=== Stored data entries ===
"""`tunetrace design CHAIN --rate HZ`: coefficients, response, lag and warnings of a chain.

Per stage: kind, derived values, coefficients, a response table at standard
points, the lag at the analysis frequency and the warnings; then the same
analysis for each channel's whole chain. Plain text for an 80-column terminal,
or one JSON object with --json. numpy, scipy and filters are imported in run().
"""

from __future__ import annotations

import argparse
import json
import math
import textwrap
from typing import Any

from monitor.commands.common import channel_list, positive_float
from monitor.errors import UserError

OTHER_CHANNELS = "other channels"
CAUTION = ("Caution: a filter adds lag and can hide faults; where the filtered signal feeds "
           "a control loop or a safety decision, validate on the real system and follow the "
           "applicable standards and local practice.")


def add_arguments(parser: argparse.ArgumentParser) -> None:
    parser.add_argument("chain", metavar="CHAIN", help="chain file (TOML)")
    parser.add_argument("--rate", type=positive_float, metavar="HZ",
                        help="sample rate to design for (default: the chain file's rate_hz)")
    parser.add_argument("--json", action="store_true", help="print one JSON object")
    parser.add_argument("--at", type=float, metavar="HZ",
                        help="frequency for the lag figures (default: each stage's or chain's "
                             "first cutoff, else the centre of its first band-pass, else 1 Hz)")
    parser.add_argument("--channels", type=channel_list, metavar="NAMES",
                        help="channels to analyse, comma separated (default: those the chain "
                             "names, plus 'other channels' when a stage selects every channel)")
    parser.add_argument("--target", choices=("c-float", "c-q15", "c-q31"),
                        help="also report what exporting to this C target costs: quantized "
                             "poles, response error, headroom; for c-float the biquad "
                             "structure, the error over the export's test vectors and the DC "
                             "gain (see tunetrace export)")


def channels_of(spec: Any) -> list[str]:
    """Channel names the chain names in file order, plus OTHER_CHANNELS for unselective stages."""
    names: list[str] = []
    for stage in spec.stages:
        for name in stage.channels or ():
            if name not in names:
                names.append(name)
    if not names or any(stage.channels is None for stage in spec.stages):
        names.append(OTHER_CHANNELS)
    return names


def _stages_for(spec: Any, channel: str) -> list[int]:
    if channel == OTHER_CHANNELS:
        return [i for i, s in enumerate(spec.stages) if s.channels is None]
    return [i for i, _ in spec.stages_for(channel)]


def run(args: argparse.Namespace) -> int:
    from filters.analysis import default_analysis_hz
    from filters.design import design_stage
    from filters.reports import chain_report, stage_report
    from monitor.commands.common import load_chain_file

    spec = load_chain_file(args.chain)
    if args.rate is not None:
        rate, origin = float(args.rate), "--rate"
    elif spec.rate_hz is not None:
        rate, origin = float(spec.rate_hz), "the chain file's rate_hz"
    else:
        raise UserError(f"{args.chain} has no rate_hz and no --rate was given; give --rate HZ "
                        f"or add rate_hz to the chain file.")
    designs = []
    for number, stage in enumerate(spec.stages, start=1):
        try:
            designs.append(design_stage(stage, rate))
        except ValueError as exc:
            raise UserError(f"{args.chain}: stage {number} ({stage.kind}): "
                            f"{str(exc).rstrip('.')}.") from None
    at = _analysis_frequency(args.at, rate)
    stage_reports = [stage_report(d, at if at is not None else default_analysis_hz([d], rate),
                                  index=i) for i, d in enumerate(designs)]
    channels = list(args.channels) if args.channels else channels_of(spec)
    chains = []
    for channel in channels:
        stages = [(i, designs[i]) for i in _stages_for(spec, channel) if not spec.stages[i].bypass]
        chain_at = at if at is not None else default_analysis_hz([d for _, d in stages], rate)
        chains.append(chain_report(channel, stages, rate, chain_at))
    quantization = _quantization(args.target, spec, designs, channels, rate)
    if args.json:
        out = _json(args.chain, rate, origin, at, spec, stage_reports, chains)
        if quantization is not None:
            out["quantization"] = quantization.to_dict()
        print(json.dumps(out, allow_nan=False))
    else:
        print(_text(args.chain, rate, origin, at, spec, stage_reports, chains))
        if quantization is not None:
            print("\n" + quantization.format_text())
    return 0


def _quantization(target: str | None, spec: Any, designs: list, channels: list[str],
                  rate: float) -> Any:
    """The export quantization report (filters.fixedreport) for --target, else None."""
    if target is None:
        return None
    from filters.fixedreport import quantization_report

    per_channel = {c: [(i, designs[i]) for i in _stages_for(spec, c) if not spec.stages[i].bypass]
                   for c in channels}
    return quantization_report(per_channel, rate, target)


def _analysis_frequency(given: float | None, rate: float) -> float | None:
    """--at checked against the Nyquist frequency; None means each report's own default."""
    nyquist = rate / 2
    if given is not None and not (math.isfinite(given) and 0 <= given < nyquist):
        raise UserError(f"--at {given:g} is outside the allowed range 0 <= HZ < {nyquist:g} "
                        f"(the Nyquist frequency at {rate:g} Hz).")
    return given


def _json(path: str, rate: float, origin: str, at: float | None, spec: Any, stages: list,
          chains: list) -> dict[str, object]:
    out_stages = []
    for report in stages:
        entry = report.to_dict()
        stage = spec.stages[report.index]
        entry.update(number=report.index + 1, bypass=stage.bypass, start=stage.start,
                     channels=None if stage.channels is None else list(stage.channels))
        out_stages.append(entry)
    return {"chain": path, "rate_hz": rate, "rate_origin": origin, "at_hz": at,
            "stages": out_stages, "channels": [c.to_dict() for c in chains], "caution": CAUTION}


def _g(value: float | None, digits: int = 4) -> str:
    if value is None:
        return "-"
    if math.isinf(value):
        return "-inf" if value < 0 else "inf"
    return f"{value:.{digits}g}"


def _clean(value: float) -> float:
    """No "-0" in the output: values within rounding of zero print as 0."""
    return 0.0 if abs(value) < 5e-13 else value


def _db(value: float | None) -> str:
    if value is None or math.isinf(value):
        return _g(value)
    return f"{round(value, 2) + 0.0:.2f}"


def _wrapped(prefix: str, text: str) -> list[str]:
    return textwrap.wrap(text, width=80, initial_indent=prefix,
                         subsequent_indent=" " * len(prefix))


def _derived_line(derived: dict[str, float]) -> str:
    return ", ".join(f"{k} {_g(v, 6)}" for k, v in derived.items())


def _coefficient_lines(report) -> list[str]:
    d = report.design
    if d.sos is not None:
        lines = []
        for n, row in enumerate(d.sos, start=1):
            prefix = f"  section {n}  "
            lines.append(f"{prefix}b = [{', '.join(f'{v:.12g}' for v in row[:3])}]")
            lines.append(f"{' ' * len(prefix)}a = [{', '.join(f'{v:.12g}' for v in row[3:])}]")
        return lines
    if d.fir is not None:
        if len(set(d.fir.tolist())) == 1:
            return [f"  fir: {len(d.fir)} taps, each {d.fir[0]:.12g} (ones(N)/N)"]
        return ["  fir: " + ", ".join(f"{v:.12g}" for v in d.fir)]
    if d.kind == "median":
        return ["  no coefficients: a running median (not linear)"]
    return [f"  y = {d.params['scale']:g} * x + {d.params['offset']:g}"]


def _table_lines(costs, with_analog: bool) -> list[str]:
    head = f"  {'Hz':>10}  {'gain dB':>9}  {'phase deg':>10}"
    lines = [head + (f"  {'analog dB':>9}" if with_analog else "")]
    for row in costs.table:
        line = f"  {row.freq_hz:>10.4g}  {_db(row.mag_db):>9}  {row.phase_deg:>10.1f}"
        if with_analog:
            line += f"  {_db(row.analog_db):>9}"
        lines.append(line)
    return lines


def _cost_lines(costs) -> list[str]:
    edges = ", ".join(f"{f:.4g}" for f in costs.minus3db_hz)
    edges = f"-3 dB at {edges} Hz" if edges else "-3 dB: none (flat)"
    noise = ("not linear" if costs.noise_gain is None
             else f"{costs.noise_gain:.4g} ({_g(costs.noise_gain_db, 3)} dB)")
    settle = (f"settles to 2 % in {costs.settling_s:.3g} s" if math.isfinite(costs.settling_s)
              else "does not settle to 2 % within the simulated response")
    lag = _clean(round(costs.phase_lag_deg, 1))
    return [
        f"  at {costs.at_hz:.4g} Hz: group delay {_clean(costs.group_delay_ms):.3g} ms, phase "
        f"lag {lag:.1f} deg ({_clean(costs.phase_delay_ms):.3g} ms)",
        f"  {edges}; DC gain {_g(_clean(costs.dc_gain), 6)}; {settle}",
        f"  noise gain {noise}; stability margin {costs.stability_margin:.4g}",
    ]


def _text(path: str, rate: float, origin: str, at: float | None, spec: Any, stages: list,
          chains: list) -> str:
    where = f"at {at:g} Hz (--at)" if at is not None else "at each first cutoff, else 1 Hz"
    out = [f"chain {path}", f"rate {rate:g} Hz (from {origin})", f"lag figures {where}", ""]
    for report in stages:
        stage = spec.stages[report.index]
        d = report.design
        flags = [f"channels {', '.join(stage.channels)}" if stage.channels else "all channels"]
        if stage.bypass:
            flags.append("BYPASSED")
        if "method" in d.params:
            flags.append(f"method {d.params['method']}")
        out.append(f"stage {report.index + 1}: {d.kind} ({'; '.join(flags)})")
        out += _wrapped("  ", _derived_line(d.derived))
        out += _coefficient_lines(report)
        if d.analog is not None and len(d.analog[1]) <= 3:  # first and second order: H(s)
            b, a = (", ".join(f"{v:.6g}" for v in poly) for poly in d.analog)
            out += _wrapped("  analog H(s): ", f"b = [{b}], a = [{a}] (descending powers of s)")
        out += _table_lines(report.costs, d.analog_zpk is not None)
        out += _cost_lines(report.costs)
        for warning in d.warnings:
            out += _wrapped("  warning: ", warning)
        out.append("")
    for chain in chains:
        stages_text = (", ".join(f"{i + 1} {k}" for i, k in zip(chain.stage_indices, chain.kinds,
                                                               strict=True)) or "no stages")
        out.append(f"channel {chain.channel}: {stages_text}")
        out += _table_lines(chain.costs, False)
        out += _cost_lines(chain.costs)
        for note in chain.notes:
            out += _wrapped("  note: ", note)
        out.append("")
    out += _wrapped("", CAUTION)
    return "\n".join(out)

=== TASK DETAILS ===
Above are some lines. Repeat exactly, and only, those from the line that has "if args.rate is" through the line that has "for channel in".

=== RESULT FOR THIS TASK ===
    if args.rate is not None:
        rate, origin = float(args.rate), "--rate"
    elif spec.rate_hz is not None:
        rate, origin = float(spec.rate_hz), "the chain file's rate_hz"
    else:
        raise UserError(f"{args.chain} has no rate_hz and no --rate was given; give --rate HZ "
                        f"or add rate_hz to the chain file.")
    designs = []
    for number, stage in enumerate(spec.stages, start=1):
        try:
            designs.append(design_stage(stage, rate))
        except ValueError as exc:
            raise UserError(f"{args.chain}: stage {number} ({stage.kind}): "
                            f"{str(exc).rstrip('.')}.") from None
    at = _analysis_frequency(args.at, rate)
    stage_reports = [stage_report(d, at if at is not None else default_analysis_hz([d], rate),
                                  index=i) for i, d in enumerate(designs)]
    channels = list(args.channels) if args.channels else channels_of(spec)
    chains = []
    for channel in channels:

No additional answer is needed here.